Pass through of financial consequences from supplier to customer:
- Capture net rather than gross financial consequences;
- Ensure that both increases in costs/reductions in benefits and decreases in costs/increases in benefits are covered;
- Be wary of bundled commodity and clean energy pricing which may be difficult to unbundle where a clean energy scheme is repealed or varied during the term of the contract;
- Consider minimum thresholds (eg dollar figure impact) for trigger of the pass through to minimise the administrative burden;
- Assess inclusion and scope of supplier mitigation of costs obligations, including required mitigation steps and exclusion of pass through of penalties under the clean energy scheme;
- In some circumstances, provision for the customer to discharge liability under the scheme in respect of its purchases may be sought, particularly where the customer considers that it is able to source free or cheaper credits compared to the supplier; and
- Review the proposed mechanism for apportionment of net financial consequences of a change event between multiple customers to ensure it is appropriate, and include information sharing and verification procedures.

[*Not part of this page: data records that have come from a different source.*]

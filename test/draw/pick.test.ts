import { describe, expect, test } from 'vitest';
import { colourOf, NEUTRALS, valueAt } from '../../src/draw/colour.ts';
import { viewOf } from '../../src/draw/display.ts';
import { paneAt, pick, pickMarker, slide } from '../../src/draw/pick.ts';
import { Picture } from '../../src/draw/picture.ts';
import { pixelOf, projectionOf, type Vec3 } from '../../src/draw/projection.ts';
import type { Plane } from '../../src/draw/scene.ts';
import { Chance, paneOf, SCALE, sceneOf } from './random.ts';

const onPlane = ({ origin, u, v }: Plane, a: number, b: number): Vec3 => {
  const at = (k: 0 | 1 | 2) => origin[k] + a * u[k] + b * v[k];
  return [at(0), at(1), at(2)];
};

describe.each(['perspective', 'orthographic'] as const)('picking, %s', (kind) => {
  test('is the inverse of projection', () => {
    const chance = new Chance(77);
    let picked = 0;
    for (let n = 0; n < 400; n++) {
      const plane = chance.plane('a');
      const pane = paneOf(chance.camera(kind, 0.2, 3), [plane]);
      const scene = sceneOf(pane);
      const point = onPlane(plane, chance.between(0.01, 0.99), chance.between(0.01, 0.99));
      const pixel = pixelOf(projectionOf(pane.camera, viewOf(pane, 1)), point);
      if (!pixel || paneAt(scene, pixel.x, pixel.y) !== 0) continue;
      const hit = pick(scene, pixel.x, pixel.y)!;
      // rounding of a point of size 1 seen at up to 1e4 times the slope
      for (const k of [0, 1, 2] as const) expect(Math.abs(hit.point[k] - point[k])).toBeLessThan(1e-10);
      expect(hit.value).toBe(plane.values[hit.j * plane.nu + hit.i]);
      picked++;
    }
    expect(picked).toBeGreaterThan(60);
  });

  test('gives the very sample that was drawn, of several planes', () => {
    const chance = new Chance(78);
    let [drawn, empty] = [0, 0];
    for (let n = 0; n < 20; n++) {
      const planes = ['a', 'b', 'c'].map((name) => chance.plane(name));
      const bare = paneOf(chance.camera(kind, 0.2, 3), planes);
      const scene = sceneOf(bare);
      const picture = new Picture(160, 150);
      picture.draw(scene);
      let same = 0;
      for (let y = 30; y < 150; y += 3)
        for (let x = 0; x < 160; x += 3) {
          const hit = pick(scene, x + 0.5, y + 0.5);
          const pixel = picture.surface.pixels[y * 160 + x]!;
          const shown = valueAt(pixel, SCALE, 'light');
          if (hit && colourOf(hit.value, SCALE, 'light') === pixel) same++;
          // else it lies under an outline, whose colour is no value's
          else if (hit) expect(shown).toBeUndefined();
          else if (pixel === NEUTRALS.light.background) empty++;
        }
      drawn += same;
    }
    expect(drawn).toBeGreaterThan(2000);
    expect(empty).toBeGreaterThan(2000);
  });

  test('a drag along a direction follows the pointer', () => {
    const chance = new Chance(79);
    let dragged = 0;
    for (let n = 0; n < 200; n++) {
      const pane = paneOf(chance.camera(kind, 0.2, 3), []);
      const scene = sceneOf(pane);
      const [point, direction] = [chance.vector(1), chance.vector(1)];
      const by = chance.between(-1, 1);
      const moved = [0, 1, 2].map((k) => point[k]! + by * direction[k]!) as unknown as Vec3;
      const projection = projectionOf(pane.camera, viewOf(pane, 1));
      const pixel = pixelOf(projection, moved);
      if (!pixelOf(projection, point) || !pixel) continue;
      expect(Math.abs(slide(scene, 0, point, direction, pixel.x, pixel.y)! - by)).toBeLessThan(1e-9);
      dragged++;
    }
    expect(dragged).toBeGreaterThan(60);
  });
});

test('holes are looked through, and the divider decides which planes answer', () => {
  const camera = new Chance(3).camera('orthographic', 0, 2);
  camera.position.set(0, 0, 4);
  camera.up.set(0, 1, 0);
  camera.lookAt(0, 0, 0);
  camera.updateMatrixWorld();
  const flat = (name: string, z: number, value: number): Plane => ({
    ...{ name, origin: [-1, -1, z], u: [2, 0, 0], v: [0, 2, 0], nu: 1, nv: 1, scale: SCALE },
    values: Float32Array.of(value),
  });
  const planes = [flat('hole', 1, Number.NaN), flat('far', 0, 0.25)];
  const pane = { ...paneOf(camera, planes), overlay: { divider: 0.5, planes: [flat('exact', 0, 0.75)] } };
  const scene = sceneOf(pane);
  expect(pick(scene, 70, 90)?.plane.name).toBe('far');
  expect(pick(scene, 90, 90)?.plane.name).toBe('exact');
  expect(pick(scene, 70, 10)).toBeUndefined();
  expect(pick(scene, 1, 90)).toBeUndefined();
});

test('the nearest marker within reach', () => {
  const camera = new Chance(4).camera('orthographic', 0, 2);
  camera.position.set(0, 0, 4);
  camera.up.set(0, 1, 0);
  camera.lookAt(0, 0, 0);
  camera.updateMatrixWorld();
  const markers = [
    { at: [0, 0, 0] as const, name: 'A', colour: 0 },
    { at: [0.1, 0, 0] as const, name: 'B', colour: 0 },
  ];
  const scene = sceneOf({ ...paneOf(camera, []), markers });
  // the view is 160 × 120 from y = 30: the origin is at (80, 90), and 1 m is 50 pixels
  expect(pickMarker(scene, 81, 91, 6)?.name).toBe('A');
  expect(pickMarker(scene, 84, 90, 6)?.name).toBe('B');
  expect(pickMarker(scene, 80, 100, 6)).toBeUndefined();
});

Where confidentiality restrictions apply, aggregation techniques or use of an independent auditor arrangement may be warranted.
The above general drafting tips align with our own experience in drafting and negotiating clean energy clauses from both the supplier and customer side over the past decade. Where drafting for a particular clean energy scheme, further detailed and bespoke drafting is often required having regard to the particular circumstances of the deal, including:
- to resolve the tension between verification, accuracy and fairness of allocation methodologies, and maintaining the confidentiality of contracting positions and other commercial in confidence information;
- to develop contractual 'true-up' procedures where billing or payment processes do not align with the reporting and liability framework of the applicable clean energy scheme(s). Further complexities arise where contractual structures involve unincorporated joint ventures or other complex consortia arrangements; and
- to cater for exemptions applicable to the customer or supplier in the context of the clean energy scheme or to provide the customer with flexibility to deal with its proportionate share of liability under a scheme by various methods (eg payment of pass-through costs to the supplier, direct participation in the scheme instead of the supplier or transfer of clean energy products/offsets to the supplier in substitution for payment of pass-through costs).
Drafting for these matters accurately requires details of a clean energy scheme to be known with sufficient certainty - a matter that is difficult in the current climate.
Ultimately, clean energy policy continues to be unsettled in Australia. Given this climate of uncertainty, the session concluded with the general tip to draft broadly for a myriad of schemes and revisit clean energy clauses in standard contracts regularly to check that they remain flexible and appropriate in light of policy changes and otherwise reflect current best practice.